[Opening Given data section]

package sight

import (
	"math"
	"slices"

	"enfilade/solver/exact"
)

// Limits narrows the places that see a target by where they lie about one point of it: within the sweep from Right over Mid
// to Left, inside the polygon Far, and outside the polygon Near. Both polygons run counter-clockwise around At.
type Limits struct {
	At               exact.Pt
	Sides            bool
	Right, Mid, Left exact.Vec  // no two neighbours more than a quarter turn apart
	Far, Near        []exact.Pt // nil for no limit
}

// NearPolygon returns a polygon with grid corners around the circle of the given radius, at least 1 unit, about eye,
// counter-clockwise and nowhere more than 1 mm from it, so that places nearer than the radius never count. It is the same
// under quarter turns and mirroring.
//
// A regular polygon around the circle reaches r/cos(pi/n) - r beyond it, which n keeps below 8; taking its corners outwards
// to the grid adds at most sqrt 2 units, and leaves every edge on the outer side of the edge it was, off the circle.
func NearPolygon(eye exact.Pt, radius int32) []exact.Pt {
	r := float64(radius)
	n := 8 * int(math.Ceil(math.Pi/math.Acos(r/(r+8))/8))
	out := r / math.Cos(math.Pi/float64(n))
	return octants(eye, n, func(i int) exact.Vec {
		s, c := math.Sincos(2 * math.Pi * float64(i) / float64(n))
		return exact.Vec{X: int32(math.Ceil(out * c)), Y: int32(math.Ceil(out * s))}
	})
}

// wedge is the part of the limits between two directions from At, less than half a turn apart, within which one edge each of
// the polygons bounds it.
type wedge struct {
	r, l          exact.Vec
	side          [2]bool // r, l is a side of the sweep
	far, near     exact.Line
	isFar, isNear bool
}

// wedges cuts the limits into wedges.
func (m *Limits) wedges() []wedge {
	var cuts []exact.Vec
	for _, ring := range [2][]exact.Pt{m.Far, m.Near} {
		for _, p := range ring {
			cuts = append(cuts, p.Sub(m.At))
		}
	}
	first := m.Right
	if m.Sides {
		sides := Clip{Sides: true, Right: m.Right, Mid: m.Mid, Left: m.Left}
		cuts = slices.DeleteFunc(cuts, func(d exact.Vec) bool { return !sides.holds(m.At, d) })
		cuts = append(cuts, m.Right, m.Mid, m.Left)
	} else {
		first = cuts[0]
	}
	slices.SortStableFunc(cuts, func(a, b exact.Vec) int {
		switch {
		case turnsBefore(first, a, b):
			return -1
		case turnsBefore(first, b, a):
			return 1
		}
		return 0
	})
	cuts = slices.CompactFunc(cuts, sameWay)
	if !m.Sides {
		cuts = append(cuts, cuts[0])
	}
	list := make([]wedge, 0, len(cuts))
	for i := 1; i < len(cuts); i++ {
		w := wedge{r: cuts[i-1], l: cuts[i]}
		w.side = [2]bool{m.Sides && i == 1, m.Sides && i == len(cuts)-1}
		w.far, w.isFar = edgeOf(m.Far, m.At, w.r)
		w.near, w.isNear = edgeOf(m.Near, m.At, w.r)
		list = append(list, w)
	}
	return list
}

// edgeOf returns the line of a ring's edge that direction d meets.
func edgeOf(ring []exact.Pt, eye exact.Pt, d exact.Vec) (exact.Line, bool) {
	if ring == nil {
		return exact.Line{}, false
	}
	i := rangeEdge(ring, eye, d)
	return exact.Through(ring[i], ring[(i+1)%len(ring)]), true
}

// None reports whether nothing is limited.
func (m *Limits) None() bool { return !m.Sides && m.Far == nil && m.Near == nil }

// Holds reports whether a place keeps to the limits.
func (m *Limits) Holds(p exact.Pt) bool {
	c := Clip{Sides: m.Sides, Right: m.Right, Mid: m.Mid, Left: m.Left, Range: m.Far}
	d := p.Sub(m.At)
	if d == (exact.Vec{}) {
		return m.Near == nil
	}
	if !c.holds(p, d) {
		return false
	}
	near, some := edgeOf(m.Near, m.At, d)
	return !some || near.Side(p) <= 0
}

// Limited appends to dst what of the pieces lies within limits, in convex pieces again. O(pieces · corners of the limits), of
// which pieces that no limit cuts cost little.
func (f *Finder) Limited(dst, pieces []Piece, m *Limits) []Piece {
	if m.None() {
		return append(dst, pieces...)
	}
	wedges := m.wedges()
	reach2 := int64(0) // of Near from At, squared
	for _, p := range m.Near {
		reach2 = max(reach2, exact.Dist2(m.At, p))
	}
	for i := range pieces {
		p := &pieces[i]
		t := f.m.Tris[p.Tri].P
		if m.leaves(t, reach2) {
			dst = append(dst, *p)
			continue
		}
		r, l, apart := spread(m.At, t)
		for j := range wedges {
			w := &wedges[j]
			if apart {
				if _, _, ok := clipCone(w.r, w.l, r, l); !ok {
					continue
				}
			}
			q := w.cut(m.At, p)
			if f.faces.convex.Take(&f.m.Tris[q.Tri], &q) {
				dst = append(dst, q)
			}
		}
	}
	return dst
}

// cut returns what of p lies within the wedge.
func (w *wedge) cut(at exact.Pt, p *Piece) Piece {
	q := *p
	q.add(exact.Line{At: at, Dir: w.r}, w.side[0])
	q.add(exact.Line{At: at, Dir: w.l.Neg()}, w.side[1])
	if w.isFar {
		q.add(w.far, true)
	}
	if w.isNear {
		q.add(exact.Line{At: w.near.At, Dir: w.near.Dir.Neg()}, true)
	}
	return q
}

// leaves reports whether the limits leave all of a triangle in; it may miss that a triangle lies just outside Near.
func (m *Limits) leaves(t [3]exact.Pt, reach2 int64) bool {
	c := Clip{Sides: m.Sides, Right: m.Right, Mid: m.Mid, Left: m.Left, Range: m.Far}
	for _, p := range t {
		if m.Sides && p == m.At || !c.holds(p, p.Sub(m.At)) {
			return false
		}
	}
	if m.Near == nil {
		return true
	}
	for i, p := range t {
		q := t[inc[i]]
		// Near lies beyond the line of this edge when At is farther behind it than Near reaches.
		if s := exact.Area2(p, q, m.At); s < 0 && exact.Mul(s, s).Sub(exact.Mul(reach2, exact.Dist2(p, q))).Sign() >= 0 {
			return true
		}
	}
	return false
}

// spread returns the directions from at between which a triangle lies; it reports false when at is in the triangle.
func spread(at exact.Pt, t [3]exact.Pt) (r, l exact.Vec, apart bool) {
	for i, p := range t {
		if exact.Area2(p, t[inc[i]], at) < 0 {
			apart = true
		}
	}
	r, l = t[0].Sub(at), t[0].Sub(at)
	for _, p := range t[1:] {
		d := p.Sub(at)
		if d.Cross(r) > 0 {
			r = d
		}
		if l.Cross(d) > 0 {
			l = d
		}
	}
	return r, l, apart
}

[Closing Given data section]

Task goal
Return only the part of the records above that opens with the line containing "slices.SortStableFunc(cuts, func(a, b" and closes with the line containing "for i := 1;", ends included.

Answer box
	slices.SortStableFunc(cuts, func(a, b exact.Vec) int {
		switch {
		case turnsBefore(first, a, b):
			return -1
		case turnsBefore(first, b, a):
			return 1
		}
		return 0
	})
	cuts = slices.CompactFunc(cuts, sameWay)
	if !m.Sides {
		cuts = append(cuts, cuts[0])
	}
	list := make([]wedge, 0, len(cuts))
	for i := 1; i < len(cuts); i++ {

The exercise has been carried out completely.